Should I allow my child to use Snapchat?
A child must be over thirteen to sign up to use Snapchat. Snapchat redirects younger children to an alternative product called SnapKidz. With SnapKidz, users can take photos and modify them but they can’t send them to anyone else.
Why wouldn’t I want my child to use Snapchat?
Although a Snapchat message self-destructs within ten seconds, it can still leave a copy behind. The receiver can take a screenshot of the message and image before it disappears. If the Snapchat app is aware this has happened, it advises the sender but there are many third party apps that can circumvent this warning. To keep a record of a message is as simple as taking a photo of the screen with another phone.
Data experts insist it is always possible to extract deleted data and a number of forensic specialists have proved that Snapchat is not an exception (The Guardian, May 2013). In May 2014, the Federal Trade Commission (USA) found that Snapchat misrepresented the extent to which data disappeared.
With SnapKidz, although a message can’t be sent, it can be easily shared if your child has another messaging app.
Finally, there is more to Snapchat than simply sending a message or video. You need to be aware of the other services Snapchat provides.
What other services does Snapchat provide?
Snapchat comes with a service called Discover which curates content from sites including Comedy Central, Cosmopolitan and People. This external content may contain violence or bad language and exists for 24 hours before disappearing. There is no option to disable Discover.
Snapchat has a feature called Stories. With My Story, users can send a series of related texts to one or more Snapchat friends or a Group depending on privacy settings. Live Stories are shared stories created at specific events. Live Stories can be viewed by anyone. Stories, like Discover, are available for 24 hours.
What you need to do first
Talk about Snapchat with your child. The best approach for management of issues relating to digital devices, apps and behaviour, is to communicate. House rules need to be set and explained.
Snapchat is an easy way for children to share fun and silly moments with their friends, however, as a parent it is your responsibility to ensure your child understands there is no such thing as a disappearing image regardless of what they may have hears. Any image can be captured and they should never send anything they would not want copied and distributed.
Message apps require responsibility and appropriate etiquette. You can’t enforce these behaviours through the app. It has to be a discussion with your child and is an opportunity to teach and model digital citizenry.

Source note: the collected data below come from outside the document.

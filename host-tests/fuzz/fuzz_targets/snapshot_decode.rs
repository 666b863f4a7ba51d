//! Snapshot decoding of arbitrary bytes: never panics; whatever decodes re-encodes to the
//! same bytes.
#![no_main]

use covgate::Monitor;
use libfuzzer_sys::fuzz_target;

fuzz_target!(|data: &[u8]| {
    if let Ok(m) = Monitor::<f32, 2>::decode_snapshot(data) {
        let mut out = [0u8; 256];
        let n = m.encode_snapshot(&mut out).expect("a decoded snapshot encodes");
        assert_eq!(&out[..n], data, "decode/encode must round-trip");
    }
    let _ = Monitor::<f32, 3>::decode_snapshot(data);
});
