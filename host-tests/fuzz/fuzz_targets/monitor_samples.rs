//! A watch fed arbitrary f32 samples (NaN, infinities, huge values included): never panics;
//! a refused sample changes nothing; an armed monitor is either consistent or has latched
//! its fault alarm.
#![no_main]

use covgate::{Chart, Reason, Verdict, Watch, WatchConfig};
use libfuzzer_sys::fuzz_target;

fuzz_target!(|data: &[u8]| {
    let mut cfg = WatchConfig::<f32, 2>::new(8, 0.01);
    cfg.mewma = Some((0.2, 9.65, true));
    cfg.mcusum = Some((0.5, 5.5));
    cfg.dispersion = Some((0.1, 3.2));
    cfg.gate_rule = Some((2, 3));
    cfg.resolution = [0.01, 0.01];
    let mut w = Watch::<f32, 2, 8>::new(cfg).expect("valid config");
    for chunk in data.chunks_exact(9) {
        let x = [
            f32::from_le_bytes([chunk[0], chunk[1], chunk[2], chunk[3]]),
            f32::from_le_bytes([chunk[4], chunk[5], chunk[6], chunk[7]]),
        ];
        match chunk[8] % 16 {
            0 => w.acknowledge(),
            1 => w.relearn(),
            _ => {}
        }
        let snap = |w: &Watch<f32, 2, 8>| {
            let mut b = [0u8; 128];
            w.monitor().map(|m| (m.encode_snapshot(&mut b).ok(), b))
        };
        let before = snap(&w);
        let s = w.push(x);
        if let Verdict::NoGo(Reason::InvalidSample(_)) = s.verdict {
            if before.is_some() {
                assert_eq!(before, snap(&w), "a refused sample changed the monitor");
            }
        }
        if let Some(m) = w.monitor() {
            assert!(m.is_sane() || m.alarm().map(|a| a.chart) == Some(Chart::Fault));
        }
    }
});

But what about sexting and harassment?
There is no official data to suggest that Snapchat encourages sexting or on-line harassment. There are risks associated with all messaging and social media and these should be addressed by house rules and regular discussions between parent and child about internet activity.
So is it relevant that the image disappears?
This is still a good thing. While Snapchat isn’t a foolproof method of sending an image no-one can record, it does mean that messages are rarely on-line forever as they can be with other social media such as Facebook. Snapchat messages generally do not form part of your child’s digital footprint.
Can I monitor my child’s Snapchat messages?
When a message is sent there is no record kept on the device, so there is nothing for a parent to review.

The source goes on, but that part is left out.